PROBLEM DESCRIPTION: Give only the number of lines in the records below that contain the word "theme".

DATASET ENTRIES:
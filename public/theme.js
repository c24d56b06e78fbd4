// Applies the theme chosen with the header's toggle before the page paints (a file, as the CSP allows no inline script).
try {
  var chosen = localStorage.getItem('lk-theme');
  if (chosen === 'light' || chosen === 'dark') document.documentElement.dataset.theme = chosen;
} catch (e) {
  // Storage may be blocked: the system preference applies.
}
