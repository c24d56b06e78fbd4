// The benchmark contract: every tests/bench/*.bench.ts exports `benchmarks`, each measuring our path
// against a bare baseline in the same run and returning the ratio.
import { randomBytes } from 'node:crypto';
import pg from 'pg';

export type BenchContext = {
  /** postgres://… of a throwaway cluster's admin database; create your own databases in it. */
  pgAdminUrl: string;
  /** A migrated template database name to clone (`create database x template <name>`). */
  pgTemplate: string;
  log: (message: string) => void;
  /** The cluster's durability settings as measured (e.g. "fsync=on, synchronous_commit=on, full_page_writes=on"). */
  durability: string;
};

export type BenchResult = { ratio: number; detail: string };

export type Benchmark = {
  id: string;
  goal: number;
  better: 'lower' | 'higher';
  run: (ctx: BenchContext) => Promise<BenchResult>;
};

export function median(values: number[]): number {
  const s = [...values].sort((a, b) => a - b);
  const m = s.length >> 1;
  return s.length % 2 ? s[m]! : (s[m - 1]! + s[m]!) / 2;
}

/** Times fn `repeats` times (after one warm-up) and returns the median in milliseconds. */
export async function timeMedianMs(fn: () => unknown | Promise<unknown>, repeats = 5): Promise<number> {
  await fn();
  const times: number[] = [];
  for (let i = 0; i < repeats; i++) {
    const t0 = performance.now();
    await fn();
    times.push(performance.now() - t0);
  }
  return median(times);
}

/** A throwaway database copied from the bench cluster's migrated template: its name (to drop it) and URL. */
export async function createBenchDatabase(
  ctx: Pick<BenchContext, 'pgAdminUrl' | 'pgTemplate'>,
  prefix: string,
): Promise<{ name: string; url: string }> {
  const name = `${prefix}_${randomBytes(4).toString('hex')}`;
  const admin = new pg.Client({ connectionString: ctx.pgAdminUrl });
  await admin.connect();
  await admin.query(`create database "${name}" template "${ctx.pgTemplate}"`);
  await admin.end();
  return { name, url: ctx.pgAdminUrl.replace(/\/[^/]*$/, `/${name}`) };
}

EXERCISE RESULT: 4